• **WHAT IS BEING ASKED**: Find every line below where the word "import" occurs. Then say how many there are, giving only the number.

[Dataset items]
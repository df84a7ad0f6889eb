/**
 * Load capacity of a connector: tightening torque, screw preload, slip load per T-nut and screw
 * shear. Units: N, mm; torques in N·m.
 *
 * Preload from the torque by T = K·F·d with the nut factor K that VDI 2230's (R13) terms give for
 * the thread (μ_G = μ_K = 0.14, head bearing diameter 1.4·d; structure/bolting.ts). A T-nut clamps
 * the slot lips between itself and the connector, so one friction interface per T-nut:
 * slip = μ·F. Defer to the supplier's published slip loads where they exist.
 */
import { pitchDiameter, preloadFromTorque, screwShearResistance, slipLoad } from '../structure/bolting';
import type { Connector, ProfileSystem, ScrewSize } from './types';

export interface ScrewFigures {
  /** Nominal diameter, mm. */
  nominal: number;
  /** Thread pitch, mm (coarse series). */
  pitch: number;
  /** Tensile stress area, mm² (ISO 898-1 for metric; ASME B1.1 for inch; from memory). */
  stressArea: number;
  /** Tightening torque into a T-nut in an aluminium slot, N·m (from memory; the supplier's figure governs). */
  torqueNm: number;
}

/** Coarse threads used by the systems. Pitches: ISO 261/262 and ASME B1.1 (verified). */
export const SCREW_FIGURES: Partial<Record<ScrewSize, ScrewFigures>> = {
  M5: { nominal: 5, pitch: 0.8, stressArea: 14.2, torqueNm: 5 },
  M6: { nominal: 6, pitch: 1.0, stressArea: 20.1, torqueNm: 10 },
  M8: { nominal: 8, pitch: 1.25, stressArea: 36.6, torqueNm: 20 },
  M10: { nominal: 10, pitch: 1.5, stressArea: 58.0, torqueNm: 35 },
  '1/4': { nominal: 6.35, pitch: 25.4 / 20, stressArea: 20.5, torqueNm: 8 },
  '5/16': { nominal: 7.9375, pitch: 25.4 / 18, stressArea: 33.8, torqueNm: 15 },
};

/** Friction between a steel T-nut and an anodised aluminium slot lip (from memory; VDI 2230 Table A5 gives 0.10–0.16 for dry metal pairs). */
export const TNUT_SLOT_FRICTION = 0.15;
/** VDI 2230 friction assumed in the thread and under the head when deriving K. */
export const NUT_FACTOR_FRICTION = 0.14;
/** Head bearing friction diameter as a multiple of d (socket and button heads, from memory). */
export const HEAD_BEARING_DIAMETER_RATIO = 1.4;
/** Tensile strength of the property class 8.8 screws used, MPa (ISO 898-1, from memory). */
export const SCREW_TENSILE_STRENGTH = 800;

export const JOINT_CAPACITY_SOURCE =
  'Preload from the tightening torque by T = K·F·d (K from VDI 2230 (R13) with μ = 0.14); slip = μ·F per T-nut with μ = 0.15; torques, μ and stress areas from memory. Use the supplier’s published slip loads where they differ.';

/** Nut factor K for a screw from VDI 2230's terms (dimensionless). */
export function nutFactor(screw: ScrewFigures): number {
  const mu = NUT_FACTOR_FRICTION;
  const d2 = pitchDiameter(screw.nominal, screw.pitch);
  return (0.16 * screw.pitch + 0.58 * d2 * mu + (mu * HEAD_BEARING_DIAMETER_RATIO * screw.nominal) / 2) / screw.nominal;
}

export interface JointCapacity {
  torqueNm: number;
  nutFactor: number;
  /** N per screw. */
  preload: number;
  /** N per T-nut. */
  slipPerTNut: number;
  /** T-nuts holding one member: each member is checked on its own. */
  tNutsPerMember: number;
  /** N per screw, 0.6·f_ub·A_s. */
  screwShear: number;
  /** N the joint carries across one member before it slips (or the screw shears, for end screws), without a safety factor. */
  capacity: number;
  mode: 'slip' | 'screw-shear';
  source: string;
}

/** Capacity of one connector of a joint; null when its system's screw has no figures. */
export function jointCapacity(connector: Connector, system: ProfileSystem): JointCapacity | null {
  const screw = SCREW_FIGURES[system.screwSize];
  if (!screw) return null;
  const K = nutFactor(screw);
  const preload = preloadFromTorque(screw.torqueNm * 1000, K, screw.nominal);
  const slipPerTNut = slipLoad({ friction: TNUT_SLOT_FRICTION, preload, count: 1 });
  const screwShear = screwShearResistance(SCREW_TENSILE_STRENGTH, screw.stressArea);
  const tNutsPerMember = Math.floor(connector.tNutCount / 2);
  // End screws and concealed connectors: a screw in the profile's end or bore carries the shear;
  // the concealed connector's grip in the slot is friction again, taken as one T-nut.
  if (tNutsPerMember === 0) {
    const concealed = connector.kind === 'concealed-connector';
    return {
      torqueNm: screw.torqueNm,
      nutFactor: K,
      preload,
      slipPerTNut,
      tNutsPerMember: concealed ? 1 : 0,
      screwShear,
      capacity: concealed ? slipPerTNut : screwShear,
      mode: concealed ? 'slip' : 'screw-shear',
      source: JOINT_CAPACITY_SOURCE,
    };
  }
  return {
    torqueNm: screw.torqueNm,
    nutFactor: K,
    preload,
    slipPerTNut,
    tNutsPerMember,
    screwShear,
    capacity: slipPerTNut * tNutsPerMember,
    mode: 'slip',
    source: JOINT_CAPACITY_SOURCE,
  };
}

• **RESPONSE**: 2